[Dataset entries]
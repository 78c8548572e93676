"""Heat removed and heat added (gross, each direction), peak duty (largest 1-min mean), coefficient of performance and energy cost.

Sign convention: ``heat_flow_W`` in a history is the heat flow **into** one piece through its surface [W]
(negative while it is chilled, positive while it is heated). Heat removed is the negative of its integral.
"""

from __future__ import annotations

from dataclasses import dataclass

import numpy as np

from procplan import validate
from procplan.errors import InvalidInputError
from procplan.properties.table import PropertyTable
from procplan.units import ZERO_CELSIUS_K


def heat_transferred_J(time_s, heat_flow_W) -> np.ndarray:
    """Cumulative heat into one piece [J] at every sample, Q(t) = ∫ q dt (trapezoid rule: exact for q linear
    between samples).

    >>> heat_transferred_J([0, 10, 20], [-100.0, -100.0, 0.0]).tolist()
    [0.0, -1000.0, -1500.0]
    """
    t = validate.increasing("time_s", time_s, unit="s")
    q = validate.array("heat_flow_W", heat_flow_W, unit="W")
    if q.shape != t.shape:
        raise InvalidInputError("heat_flow_W", f"{q.size} values", f"one value per time ({t.size})")
    return np.concatenate(([0.0], np.cumsum(0.5 * (q[1:] + q[:-1]) * np.diff(t))))


def enthalpy_change_J_kg(properties: PropertyTable, start_C: float, end_C: float) -> float:
    """Specific enthalpy change H(T_end) − H(T_start) [J/kg] from a property table (negative on cooling).

    For a piece with a non-uniform field, pass the temperatures of a uniform state (start of a step from
    equilibrium, end after equalisation); H of the mean temperature is not the mean H where H(T) is curved.

    >>> p = PropertyTable.constant(0.5, 1000.0, 4000.0)
    >>> enthalpy_change_J_kg(p, 20.0, 5.0)
    -60000.0
    """
    t0 = validate.number("start_C", start_C, unit="°C")
    t1 = validate.number("end_C", end_C, unit="°C")
    return float(properties.enthalpy(t1) - properties.enthalpy(t0))


#: Window over which the peak duty is averaged [s]. The peak duty is the largest 1-minute mean rate: the
#: instantaneous flux at the moment a hot product meets the medium is unbounded in the model and never reaches a
#: refrigeration plant, whose capacity is judged against sustained (minute-average) loads.
PEAK_WINDOW_S = 60.0

#: The label of the peak duty wherever it is shown.
PEAK_DUTY_LABEL = "peak duty (largest 1-min mean)"


def heat_by_direction_J(time_s, heat_flow_W) -> tuple[float, float]:
    """Gross heat removed and gross heat added [J], each ≥ 0: ∫ max(−q, 0) dt and ∫ max(q, 0) dt.

    Exact for q linear between samples (an interval where q changes sign is split at its zero).

    >>> heat_by_direction_J([0, 10, 20], [-100.0, 100.0, 100.0])
    (250.0, 1250.0)
    """
    t = validate.increasing("time_s", time_s, unit="s")
    q = validate.array("heat_flow_W", heat_flow_W, unit="W")
    if q.shape != t.shape:
        raise InvalidInputError("heat_flow_W", f"{q.size} values", f"one value per time ({t.size})")
    q0, q1, dt = q[:-1], q[1:], np.diff(t)
    cross = q0 * q1 < 0
    # zero at fraction f = q0 / (q0 − q1) of the interval; each part is a triangle
    f = np.where(cross, q0 / np.where(cross, q0 - q1, 1.0), 0.0)
    pos = np.where(cross, 0.5 * dt * (np.maximum(q0, 0) * f + np.maximum(q1, 0) * (1 - f)), 0.0)
    neg = np.where(cross, 0.5 * dt * (np.minimum(q0, 0) * f + np.minimum(q1, 0) * (1 - f)), 0.0)
    same = 0.5 * (q0 + q1) * dt
    pos = np.where(cross, pos, np.maximum(same, 0.0))
    neg = np.where(cross, neg, np.minimum(same, 0.0))
    return abs(float(neg.sum())), float(pos.sum())


def _cumulative_at(t: np.ndarray, q: np.ndarray, cum: np.ndarray, x: np.ndarray) -> np.ndarray:
    """∫ q dt from t[0] to x for q linear between samples (exact: quadratic inside an interval)."""
    i = np.clip(np.searchsorted(t, x, side="right") - 1, 0, t.size - 2)
    dt = t[i + 1] - t[i]
    s = x - t[i]
    return cum[i] + q[i] * s + 0.5 * (q[i + 1] - q[i]) / dt * s * s


def peak_duty_W(time_s, heat_flow_W, window_s: float = PEAK_WINDOW_S) -> tuple[float, float]:
    """Peak duty: the largest mean |heat flow| over any window of ``window_s`` (the whole history if shorter)
    [W], and the start of that window [s]. Windows start or end at a sample; |q| is linear between samples.

    >>> peak_duty_W(np.array([0.0, 60.0, 120.0]), np.array([-100.0, -100.0, -40.0]))
    (100.0, 0.0)
    >>> peak_duty_W(np.array([0.0, 120.0]), np.array([-300.0, -180.0]))  # (300 + 240) / 2 over the first minute
    (270.0, 0.0)
    """
    t = np.asarray(time_s, dtype=float)
    q = np.abs(np.asarray(heat_flow_W, dtype=float))
    if t.size < 2:
        return (float(q.max()) if q.size else 0.0), (float(t[0]) if t.size else 0.0)
    cum = np.concatenate([[0.0], np.cumsum(0.5 * (q[1:] + q[:-1]) * np.diff(t))])
    w = min(window_s, t[-1] - t[0])
    if w <= 0:
        return float(q.max()), float(t[0])
    starts = np.union1d(t[t <= t[-1] - w], t[t >= t[0] + w] - w)
    means = (_cumulative_at(t, q, cum, starts + w) - _cumulative_at(t, q, cum, starts)) / w
    i = int(np.argmax(means))
    return float(means[i]), float(starts[i])


@dataclass(frozen=True)
class EnergySummary:
    """Heat exchanged by one piece and by the batch; removed and added are gross, each ≥ 0 (never netted).

    heat_in_J_per_piece : net ∫ q dt [J] (negative when cooled), for the energy balance only
    heat_removed_J_per_piece : gross heat removed, ∫ max(−q, 0) dt [J]
    pieces : pieces in the batch (may be fractional when given as batch mass / piece mass)
    heat_removed_J_per_batch : gross heat removed from the batch [J]
    peak_duty_kW_per_batch : peak duty (largest 1-min mean of |q|) for the whole batch [kW], ≥ 0
    peak_time_s : start of that minute [s]
    enthalpy_change_J_per_piece : m ΔH from the product's enthalpy [J], when given
    balance_error : (∫ q dt − m ΔH) / max(|m ΔH|, ∫ |q| dt), the energy-balance check of the history, when given
                    (0 when no heat crossed the surface and the enthalpy did not change)
    heat_added_J_per_piece, heat_added_J_per_batch : gross heat added, ∫ max(q, 0) dt [J]
    """

    heat_in_J_per_piece: float
    heat_removed_J_per_piece: float
    pieces: float
    heat_removed_J_per_batch: float
    peak_duty_kW_per_batch: float
    peak_time_s: float
    enthalpy_change_J_per_piece: float | None
    balance_error: float | None
    heat_added_J_per_piece: float = 0.0
    heat_added_J_per_batch: float = 0.0


def _pieces(m: float, pieces: float | None, batch_mass_kg: float | None) -> float:
    if pieces is not None and batch_mass_kg is not None:
        raise InvalidInputError("batch_mass_kg", batch_mass_kg, "either pieces or batch_mass_kg, not both")
    if batch_mass_kg is not None:
        return validate.positive("batch_mass_kg", batch_mass_kg, "kg") / m
    if pieces is not None:
        return validate.positive("pieces", pieces)
    return 1.0


def energy_summary(
    time_s,
    heat_flow_W,
    *,
    piece_mass_kg: float,
    pieces: float | None = None,
    batch_mass_kg: float | None = None,
    enthalpy_change_J_kg: float | None = None,
) -> EnergySummary:
    """Heat per piece and per batch from a heat-flow history, with the energy balance against m ΔH.

    Q = ∫ q dt (per piece);  Q_batch = n Q;  n = pieces, or batch mass / piece mass. Heat removed and heat
    added are reported separately (gross in each direction). Check: Q ≈ m (H(T_end) − H(T_0)).

    Parameters
    ----------
    time_s : sample times [s]
    heat_flow_W : heat flow into one piece at each time [W]
    piece_mass_kg : mass of one piece [kg]
    pieces : number of pieces in the batch (default 1, unless ``batch_mass_kg`` is given)
    batch_mass_kg : batch mass [kg], instead of ``pieces``
    enthalpy_change_J_kg : H(T_end) − H(T_0) of the product [J/kg] (see :func:`enthalpy_change_J_kg`)

    >>> s = energy_summary([0, 3600], [-100.0, -100.0], piece_mass_kg=2.0, pieces=10,
    ...                    enthalpy_change_J_kg=-180000.0)
    >>> s.heat_removed_J_per_batch, s.heat_added_J_per_batch, s.peak_duty_kW_per_batch, s.balance_error
    (3600000.0, 0.0, 1.0, 0.0)

    A piece already at the medium temperature exchanges nothing and balances exactly:

    >>> energy_summary([0, 600], [0.0, 0.0], piece_mass_kg=0.02, enthalpy_change_J_kg=0.0).balance_error
    0.0
    """
    m = validate.positive("piece_mass_kg", piece_mass_kg, "kg")
    n = _pieces(m, pieces, batch_mass_kg)
    q = validate.array("heat_flow_W", heat_flow_W, unit="W")
    t = np.asarray(time_s, dtype=float)
    q_in = float(heat_transferred_J(time_s, q)[-1])
    removed, added = heat_by_direction_J(t, q)
    peak_W, peak_t = peak_duty_W(t, q)
    dh = bal = None
    if enthalpy_change_J_kg is not None:
        dh = m * validate.number("enthalpy_change_J_kg", enthalpy_change_J_kg, unit="J/kg")
        # Relative to the larger of the enthalpy change and the heat that crossed the surface either way, so a
        # product loaded at the medium temperature (nothing exchanged) balances at 0 instead of dividing by 0,
        # and a step that heats then cools is not judged against its small net change.
        scale = max(abs(dh), removed + added)
        bal = (q_in - dh) / scale if scale > 0 else 0.0
    return EnergySummary(
        q_in, removed, n, removed * n, peak_W * n / 1000.0, peak_t, dh, bal, added, added * n
    )


def cop_carnot(evaporating_C: float, condensing_C: float) -> float:
    """Carnot coefficient of performance of a refrigerator, COP = T_evap / (T_cond − T_evap), in kelvin.

    >>> round(cop_carnot(-30.0, 35.0), 3)
    3.741

    References
    ----------
    Çengel & Boles, Thermodynamics: An Engineering Approach, ch. 6 (reversed Carnot cycle).
    """
    te = validate.number(
        "evaporating_C", evaporating_C, minimum=-ZERO_CELSIUS_K, min_inclusive=False, unit="°C"
    )
    tc = validate.number(
        "condensing_C", condensing_C, minimum=te, min_inclusive=False, unit="°C (above evaporating_C)"
    )
    te_k = te + ZERO_CELSIUS_K
    return te_k / (tc - te)


def cop_realistic(evaporating_C: float, condensing_C: float, carnot_fraction: float = 0.5) -> float:
    """Plant COP as a fraction of the Carnot COP (0.5 by default; 0.4–0.6 for industrial plants: common practice).

    >>> round(cop_realistic(-30.0, 35.0), 3)
    1.87
    """
    f = validate.number("carnot_fraction", carnot_fraction, minimum=0.0, maximum=1.0, min_inclusive=False)
    return f * cop_carnot(evaporating_C, condensing_C)


@dataclass(frozen=True)
class RefrigerationEnergy:
    """Electricity (and its cost) to remove a quantity of heat.

    heat_removed_J : heat removed [J]
    cop_carnot, cop : Carnot and plant COP used
    electricity_J, electricity_kWh : compressor electricity, heat/COP
    cost : electricity_kWh × price, in the price's currency (None without a price)
    """

    heat_removed_J: float
    cop_carnot: float
    cop: float
    electricity_J: float
    electricity_kWh: float
    cost: float | None


def refrigeration_energy(
    heat_removed_J: float,
    evaporating_C: float,
    condensing_C: float,
    *,
    carnot_fraction: float = 0.5,
    price_per_kWh: float | None = None,
) -> RefrigerationEnergy:
    """Electricity to remove ``heat_removed_J`` with a plant of COP = fraction × Carnot, and its cost.

    W = Q / COP;  cost = W [kWh] × price.

    >>> e = refrigeration_energy(3.6e6, -30.0, 35.0, price_per_kWh=0.2)
    >>> round(e.electricity_kWh, 4), round(e.cost, 4)
    (0.5347, 0.1069)
    """
    q = validate.number("heat_removed_J", heat_removed_J, minimum=0.0, unit="J")
    cc = cop_carnot(evaporating_C, condensing_C)
    cop = cop_realistic(evaporating_C, condensing_C, carnot_fraction)
    w = q / cop
    kwh = w / 3.6e6
    cost = None
    if price_per_kWh is not None:
        cost = kwh * validate.number("price_per_kWh", price_per_kWh, minimum=0.0, unit="per kWh")
    return RefrigerationEnergy(q, cc, cop, w, kwh, cost)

ASSIGNMENT :: Could you set down, word for word, only the lines above from the line with "(negative on cooling)." to the line with "Exact for q linear between", including both?

ANSWER BELOW ::
    """Specific enthalpy change H(T_end) − H(T_start) [J/kg] from a property table (negative on cooling).

    For a piece with a non-uniform field, pass the temperatures of a uniform state (start of a step from
    equilibrium, end after equalisation); H of the mean temperature is not the mean H where H(T) is curved.

    >>> p = PropertyTable.constant(0.5, 1000.0, 4000.0)
    >>> enthalpy_change_J_kg(p, 20.0, 5.0)
    -60000.0
    """
    t0 = validate.number("start_C", start_C, unit="°C")
    t1 = validate.number("end_C", end_C, unit="°C")
    return float(properties.enthalpy(t1) - properties.enthalpy(t0))


#: Window over which the peak duty is averaged [s]. The peak duty is the largest 1-minute mean rate: the
#: instantaneous flux at the moment a hot product meets the medium is unbounded in the model and never reaches a
#: refrigeration plant, whose capacity is judged against sustained (minute-average) loads.
PEAK_WINDOW_S = 60.0

#: The label of the peak duty wherever it is shown.
PEAK_DUTY_LABEL = "peak duty (largest 1-min mean)"


def heat_by_direction_J(time_s, heat_flow_W) -> tuple[float, float]:
    """Gross heat removed and gross heat added [J], each ≥ 0: ∫ max(−q, 0) dt and ∫ max(q, 0) dt.

    Exact for q linear between samples (an interval where q changes sign is split at its zero).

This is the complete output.